## Work instruction
Every line from the one with "# Respiratory and" to the one with "as none (0.03)", including those two, is to be copied exactly; all other lines of the entries below are left out.

## Stored data
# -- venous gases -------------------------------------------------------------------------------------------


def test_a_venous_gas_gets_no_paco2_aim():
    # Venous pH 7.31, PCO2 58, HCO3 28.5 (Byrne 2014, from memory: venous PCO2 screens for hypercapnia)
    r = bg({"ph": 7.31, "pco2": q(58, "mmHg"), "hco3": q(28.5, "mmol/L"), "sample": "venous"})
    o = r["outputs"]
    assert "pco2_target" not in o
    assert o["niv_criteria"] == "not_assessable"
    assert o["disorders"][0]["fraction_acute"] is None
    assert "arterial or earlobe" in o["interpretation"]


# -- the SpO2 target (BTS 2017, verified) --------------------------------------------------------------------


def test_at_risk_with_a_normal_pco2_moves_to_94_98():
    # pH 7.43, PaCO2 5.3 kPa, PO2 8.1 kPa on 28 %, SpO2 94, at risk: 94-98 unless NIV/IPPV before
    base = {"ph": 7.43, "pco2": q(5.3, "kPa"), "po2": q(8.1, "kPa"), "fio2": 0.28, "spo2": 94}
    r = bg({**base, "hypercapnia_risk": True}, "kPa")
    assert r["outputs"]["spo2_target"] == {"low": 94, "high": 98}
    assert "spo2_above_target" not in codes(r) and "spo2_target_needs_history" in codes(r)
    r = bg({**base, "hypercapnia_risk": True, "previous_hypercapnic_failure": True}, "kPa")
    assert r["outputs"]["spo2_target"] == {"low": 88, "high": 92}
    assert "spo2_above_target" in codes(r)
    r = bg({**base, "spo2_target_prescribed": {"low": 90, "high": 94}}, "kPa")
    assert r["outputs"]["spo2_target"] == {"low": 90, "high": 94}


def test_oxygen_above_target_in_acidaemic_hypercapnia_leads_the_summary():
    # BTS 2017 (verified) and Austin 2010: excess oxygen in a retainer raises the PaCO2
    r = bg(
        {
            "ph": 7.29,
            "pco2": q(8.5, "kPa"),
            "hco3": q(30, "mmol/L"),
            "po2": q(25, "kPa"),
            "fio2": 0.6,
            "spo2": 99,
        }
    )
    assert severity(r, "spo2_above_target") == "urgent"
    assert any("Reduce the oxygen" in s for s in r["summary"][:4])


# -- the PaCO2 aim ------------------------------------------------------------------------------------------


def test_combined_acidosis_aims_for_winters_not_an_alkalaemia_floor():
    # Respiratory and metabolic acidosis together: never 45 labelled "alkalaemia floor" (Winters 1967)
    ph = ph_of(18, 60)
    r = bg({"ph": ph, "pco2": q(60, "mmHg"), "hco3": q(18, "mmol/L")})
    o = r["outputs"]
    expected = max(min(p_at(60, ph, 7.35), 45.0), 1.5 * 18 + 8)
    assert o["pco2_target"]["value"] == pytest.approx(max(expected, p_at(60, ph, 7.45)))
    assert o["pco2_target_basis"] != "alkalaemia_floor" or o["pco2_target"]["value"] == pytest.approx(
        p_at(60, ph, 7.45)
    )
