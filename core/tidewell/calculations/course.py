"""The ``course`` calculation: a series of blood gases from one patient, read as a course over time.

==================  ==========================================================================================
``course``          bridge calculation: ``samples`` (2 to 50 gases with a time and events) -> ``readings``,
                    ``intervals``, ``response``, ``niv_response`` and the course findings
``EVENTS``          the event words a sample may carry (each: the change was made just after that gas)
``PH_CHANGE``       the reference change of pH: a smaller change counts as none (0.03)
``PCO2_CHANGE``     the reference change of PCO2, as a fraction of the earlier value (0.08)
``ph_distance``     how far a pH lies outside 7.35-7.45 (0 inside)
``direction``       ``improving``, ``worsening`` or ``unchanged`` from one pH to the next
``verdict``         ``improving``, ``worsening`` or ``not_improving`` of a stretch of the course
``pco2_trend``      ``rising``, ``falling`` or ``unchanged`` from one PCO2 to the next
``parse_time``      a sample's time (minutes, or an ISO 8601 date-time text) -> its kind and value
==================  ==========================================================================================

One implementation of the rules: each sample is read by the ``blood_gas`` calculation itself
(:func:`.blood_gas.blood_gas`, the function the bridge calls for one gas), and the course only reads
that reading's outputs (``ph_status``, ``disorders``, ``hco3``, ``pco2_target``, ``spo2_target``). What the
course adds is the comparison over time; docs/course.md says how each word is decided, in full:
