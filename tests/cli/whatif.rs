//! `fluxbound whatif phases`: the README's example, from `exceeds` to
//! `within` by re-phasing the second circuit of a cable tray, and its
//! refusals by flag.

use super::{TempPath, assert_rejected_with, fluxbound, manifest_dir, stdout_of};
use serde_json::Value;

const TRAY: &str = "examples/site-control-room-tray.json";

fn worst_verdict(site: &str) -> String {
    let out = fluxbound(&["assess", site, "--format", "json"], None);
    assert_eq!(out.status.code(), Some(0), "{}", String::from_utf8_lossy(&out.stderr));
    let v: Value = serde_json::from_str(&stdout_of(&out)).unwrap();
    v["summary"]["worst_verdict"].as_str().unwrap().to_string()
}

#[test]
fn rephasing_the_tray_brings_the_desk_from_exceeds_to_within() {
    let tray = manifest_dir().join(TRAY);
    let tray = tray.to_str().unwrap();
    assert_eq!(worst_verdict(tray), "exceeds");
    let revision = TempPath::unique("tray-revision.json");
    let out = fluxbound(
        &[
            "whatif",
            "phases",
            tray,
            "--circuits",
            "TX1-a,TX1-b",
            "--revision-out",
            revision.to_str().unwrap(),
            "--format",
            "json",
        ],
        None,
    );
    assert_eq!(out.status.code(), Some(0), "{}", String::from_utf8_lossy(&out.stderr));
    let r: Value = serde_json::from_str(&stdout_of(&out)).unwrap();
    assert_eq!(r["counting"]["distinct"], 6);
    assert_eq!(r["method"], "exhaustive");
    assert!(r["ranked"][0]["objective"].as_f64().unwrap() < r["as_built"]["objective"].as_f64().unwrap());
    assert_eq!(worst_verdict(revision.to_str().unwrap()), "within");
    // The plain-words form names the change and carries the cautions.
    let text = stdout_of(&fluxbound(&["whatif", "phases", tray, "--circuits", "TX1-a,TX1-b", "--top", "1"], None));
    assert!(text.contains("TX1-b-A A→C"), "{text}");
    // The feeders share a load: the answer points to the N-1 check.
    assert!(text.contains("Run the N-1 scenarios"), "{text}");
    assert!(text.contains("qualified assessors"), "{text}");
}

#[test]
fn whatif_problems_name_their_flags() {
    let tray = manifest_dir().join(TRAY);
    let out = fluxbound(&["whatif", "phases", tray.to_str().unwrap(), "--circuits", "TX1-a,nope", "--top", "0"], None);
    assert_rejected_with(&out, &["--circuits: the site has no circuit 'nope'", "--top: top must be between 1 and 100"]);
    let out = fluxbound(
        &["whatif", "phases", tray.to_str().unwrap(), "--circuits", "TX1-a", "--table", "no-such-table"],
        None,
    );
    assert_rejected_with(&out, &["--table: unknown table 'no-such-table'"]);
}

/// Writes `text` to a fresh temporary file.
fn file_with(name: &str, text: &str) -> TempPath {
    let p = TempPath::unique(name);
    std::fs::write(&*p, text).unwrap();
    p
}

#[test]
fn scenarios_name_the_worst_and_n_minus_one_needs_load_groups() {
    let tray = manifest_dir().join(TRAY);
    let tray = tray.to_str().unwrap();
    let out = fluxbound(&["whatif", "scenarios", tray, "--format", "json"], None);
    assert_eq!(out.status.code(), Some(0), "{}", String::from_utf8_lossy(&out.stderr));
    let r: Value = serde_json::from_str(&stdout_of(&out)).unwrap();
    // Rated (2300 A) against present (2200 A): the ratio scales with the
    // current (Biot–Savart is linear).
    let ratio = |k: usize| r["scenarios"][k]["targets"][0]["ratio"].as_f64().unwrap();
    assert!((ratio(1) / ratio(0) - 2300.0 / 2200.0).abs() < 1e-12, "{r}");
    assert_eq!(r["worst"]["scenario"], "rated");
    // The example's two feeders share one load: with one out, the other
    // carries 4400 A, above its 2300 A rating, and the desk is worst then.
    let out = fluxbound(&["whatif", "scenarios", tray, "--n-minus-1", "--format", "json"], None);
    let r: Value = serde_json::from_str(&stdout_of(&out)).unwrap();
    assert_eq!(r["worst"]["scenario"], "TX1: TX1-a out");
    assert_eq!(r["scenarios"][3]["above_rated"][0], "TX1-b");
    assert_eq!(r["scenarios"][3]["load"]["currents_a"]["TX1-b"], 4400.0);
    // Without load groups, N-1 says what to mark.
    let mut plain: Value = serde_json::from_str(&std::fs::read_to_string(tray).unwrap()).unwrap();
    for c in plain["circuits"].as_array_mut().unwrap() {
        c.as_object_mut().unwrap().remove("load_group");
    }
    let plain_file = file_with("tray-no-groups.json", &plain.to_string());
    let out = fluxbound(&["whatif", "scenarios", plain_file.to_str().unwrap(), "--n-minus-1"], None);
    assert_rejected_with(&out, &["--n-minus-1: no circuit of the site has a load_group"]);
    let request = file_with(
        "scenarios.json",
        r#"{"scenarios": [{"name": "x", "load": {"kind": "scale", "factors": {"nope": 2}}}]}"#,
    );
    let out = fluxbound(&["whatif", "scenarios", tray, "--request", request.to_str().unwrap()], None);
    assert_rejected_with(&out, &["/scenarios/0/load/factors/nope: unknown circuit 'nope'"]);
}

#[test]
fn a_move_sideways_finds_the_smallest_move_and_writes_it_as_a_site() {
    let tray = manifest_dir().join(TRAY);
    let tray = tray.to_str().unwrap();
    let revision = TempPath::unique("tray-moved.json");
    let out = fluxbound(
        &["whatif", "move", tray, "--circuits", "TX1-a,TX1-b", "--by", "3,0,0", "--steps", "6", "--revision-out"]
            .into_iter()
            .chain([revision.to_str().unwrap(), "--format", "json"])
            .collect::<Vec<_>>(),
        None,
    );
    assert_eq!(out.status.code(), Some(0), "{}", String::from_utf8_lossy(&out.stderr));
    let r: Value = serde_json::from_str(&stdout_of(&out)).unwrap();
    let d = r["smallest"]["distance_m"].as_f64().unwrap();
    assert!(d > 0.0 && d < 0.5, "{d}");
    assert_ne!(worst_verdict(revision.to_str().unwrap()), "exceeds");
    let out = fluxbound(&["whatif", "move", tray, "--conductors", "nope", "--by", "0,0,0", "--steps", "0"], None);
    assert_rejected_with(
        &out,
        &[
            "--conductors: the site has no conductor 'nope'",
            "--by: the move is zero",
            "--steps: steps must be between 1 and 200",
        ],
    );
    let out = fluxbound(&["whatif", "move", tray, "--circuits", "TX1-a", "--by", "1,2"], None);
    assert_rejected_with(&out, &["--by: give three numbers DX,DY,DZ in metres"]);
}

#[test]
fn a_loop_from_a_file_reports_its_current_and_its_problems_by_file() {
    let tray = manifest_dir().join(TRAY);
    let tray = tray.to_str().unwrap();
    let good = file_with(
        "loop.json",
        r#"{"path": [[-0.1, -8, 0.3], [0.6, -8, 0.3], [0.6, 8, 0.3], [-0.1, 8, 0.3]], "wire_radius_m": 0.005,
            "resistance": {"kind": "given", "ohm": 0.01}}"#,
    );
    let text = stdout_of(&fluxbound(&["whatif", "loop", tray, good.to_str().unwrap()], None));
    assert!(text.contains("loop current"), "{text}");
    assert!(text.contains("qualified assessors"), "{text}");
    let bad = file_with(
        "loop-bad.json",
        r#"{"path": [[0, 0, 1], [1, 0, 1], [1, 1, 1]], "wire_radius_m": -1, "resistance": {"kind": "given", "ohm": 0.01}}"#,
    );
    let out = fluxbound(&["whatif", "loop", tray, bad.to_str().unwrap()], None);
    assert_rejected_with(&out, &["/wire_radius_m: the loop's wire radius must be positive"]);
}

## Reply to the task
    # Respiratory and metabolic acidosis together: never 45 labelled "alkalaemia floor" (Winters 1967)
    ph = ph_of(18, 60)
    r = bg({"ph": ph, "pco2": q(60, "mmHg"), "hco3": q(18, "mmol/L")})
    o = r["outputs"]
    expected = max(min(p_at(60, ph, 7.35), 45.0), 1.5 * 18 + 8)
    assert o["pco2_target"]["value"] == pytest.approx(max(expected, p_at(60, ph, 7.45)))
    assert o["pco2_target_basis"] != "alkalaemia_floor" or o["pco2_target"]["value"] == pytest.approx(
        p_at(60, ph, 7.45)
    )
filename core/tidewell/calculations/course.py
"""The ``course`` calculation: a series of blood gases from one patient, read as a course over time.

==================  ==========================================================================================
``course``          bridge calculation: ``samples`` (2 to 50 gases with a time and events) -> ``readings``,
                    ``intervals``, ``response``, ``niv_response`` and the course findings
``EVENTS``          the event words a sample may carry (each: the change was made just after that gas)
``PH_CHANGE``       the reference change of pH: a smaller change counts as none (0.03)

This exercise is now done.